_Provided data_:
=== Section Start ===
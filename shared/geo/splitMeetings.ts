import { isSamePoint, toFlatRing, turnOf, type GridPoint } from './gridPoints.ts'
import { gridDistanceM, gridScaleAt } from './localPlane.ts'
import { placeOf } from './relateRings.ts'

/** Where a line meets a polygon: at a corner, or on an edge (both ends given) near a point. */
export interface Meeting {
  ring: number
  /** Number of the edge in its ring: it runs from that corner to the next. At a corner, that corner's own. */
  edge: number
  /** The wanted place, grid units, not yet on the grid unless it is a corner. */
  near: GridPoint
  isCorner: boolean
}

/** A stretch of the line inside the polygon, from one meeting to the next, with the line's own points between them. */
export interface Stretch { from: Meeting; to: Meeting; between: GridPoint[] }

/** Nearer than this to a corner, metres, the line goes through the corner. */
const AT_CORNER_M = 0.3

/**
 * The stretches of a line that lie inside a polygon, from meeting to meeting. A line that only touches has none.
 * @param rings corners not repeated, the outer ring first. @param line at least two points.
 */
export function findStretches(rings: readonly GridPoint[][], line: readonly GridPoint[]): Stretch[] {
  const met = line.slice(1).flatMap((to, index) => {
    const from = line[index] ?? to
    return meetingsOf(rings, from, to).map((meeting) => ({ meeting, segment: index, t: placeOn(from, to, meeting.near) }))
  })
  met.sort((a, b) => a.segment - b.segment || a.t - b.t)
  const distinct = met.filter(({ meeting }, index) => index === 0 || !isSameMeeting(met[index - 1]?.meeting, meeting))
  return distinct.slice(1).flatMap((next, index) => {
    const before = distinct[index]
    if (before === undefined) return []
    const stretch: Stretch = { from: before.meeting, to: next.meeting, between: line.slice(before.segment + 1, next.segment + 1) }
    stretch.between = stretch.between.filter((point) => !isSamePoint(point, stretch.from.near) && !isSamePoint(point, stretch.to.near))
    return isInside(rings, middleOfLongest(stretch)) ? [stretch] : []
  })
}

/** Whether a point lies within a polygon's ground, not on its rings. */
export function isInside(rings: readonly GridPoint[][], [x, y]: GridPoint): boolean {
  const places = rings.map((ring) => placeOf(toFlatRing(ring), x, y))
  return places[0] === 1 && places.slice(1).every((place) => place === -1)
}

function meetingsOf(rings: readonly GridPoint[][], from: GridPoint, to: GridPoint): Meeting[] {
  return rings.flatMap((ring, number) =>
    ring.flatMap((a, edge): Meeting[] => {
      const b = ring[(edge + 1) % ring.length] ?? a
      const near = crossingOf(from, to, a, b)
      if (near === null) return []
      const scale = gridScaleAt(a)
      if (gridDistanceM(near, a, scale) <= AT_CORNER_M) return [{ ring: number, edge, near: a, isCorner: true }]
      if (gridDistanceM(near, b, scale) <= AT_CORNER_M) return [{ ring: number, edge: (edge + 1) % ring.length, near: b, isCorner: true }]
      return [{ ring: number, edge, near, isCorner: false }]
    }),
  )
}

/** Where two segments cross or touch; null where they do not, or lie along each other. */
function crossingOf(from: GridPoint, to: GridPoint, a: GridPoint, b: GridPoint): GridPoint | null {
  const [sideA, sideB] = [turnOf(from, to, a), turnOf(from, to, b)]
  if (sideA * sideB > 0 || turnOf(a, b, from) * turnOf(a, b, to) > 0 || sideA === sideB) return null
  const share = sideA / (sideA - sideB)
  return [a[0] + share * (b[0] - a[0]), a[1] + share * (b[1] - a[1])]
}

function placeOn(from: GridPoint, to: GridPoint, point: GridPoint): number {
  const [dx, dy] = [to[0] - from[0], to[1] - from[1]]
  return ((point[0] - from[0]) * dx + (point[1] - from[1]) * dy) / (dx * dx + dy * dy || 1)
}

function isSameMeeting(a: Meeting | undefined, b: Meeting): boolean {
  if (a === undefined || a.ring !== b.ring || a.edge !== b.edge || a.isCorner !== b.isCorner) return false
  return a.isCorner || gridDistanceM(a.near, b.near, gridScaleAt(a.near)) <= AT_CORNER_M
}

function middleOfLongest({ from, to, between }: Stretch): GridPoint {
  const path = [from.near, ...between, to.near]
  let best: GridPoint = from.near
  let longest = -1
  for (let index = 1; index < path.length; index += 1) {
    const [a, b] = [path[index - 1] ?? from.near, path[index] ?? to.near]
    const length = Math.hypot(b[0] - a[0], b[1] - a[1])
    if (length <= longest) continue
    longest = length
    best = [(a[0] + b[0]) / 2, (a[1] + b[1]) / 2]
  }
  return best
}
=== Section End ===
_What is needed_:
Looking at the records above, please output exactly the lines that run from the one holding "point: GridPoint): number" to the final line, and only those.

_Solution to the problem_:
function placeOn(from: GridPoint, to: GridPoint, point: GridPoint): number {
  const [dx, dy] = [to[0] - from[0], to[1] - from[1]]
  return ((point[0] - from[0]) * dx + (point[1] - from[1]) * dy) / (dx * dx + dy * dy || 1)
}

function isSameMeeting(a: Meeting | undefined, b: Meeting): boolean {
  if (a === undefined || a.ring !== b.ring || a.edge !== b.edge || a.isCorner !== b.isCorner) return false
  return a.isCorner || gridDistanceM(a.near, b.near, gridScaleAt(a.near)) <= AT_CORNER_M
}

function middleOfLongest({ from, to, between }: Stretch): GridPoint {
  const path = [from.near, ...between, to.near]
  let best: GridPoint = from.near
  let longest = -1
  for (let index = 1; index < path.length; index += 1) {
    const [a, b] = [path[index - 1] ?? from.near, path[index] ?? to.near]
    const length = Math.hypot(b[0] - a[0], b[1] - a[1])
    if (length <= longest) continue
    longest = length
    best = [(a[0] + b[0]) / 2, (a[1] + b[1]) / 2]
  }
  return best
}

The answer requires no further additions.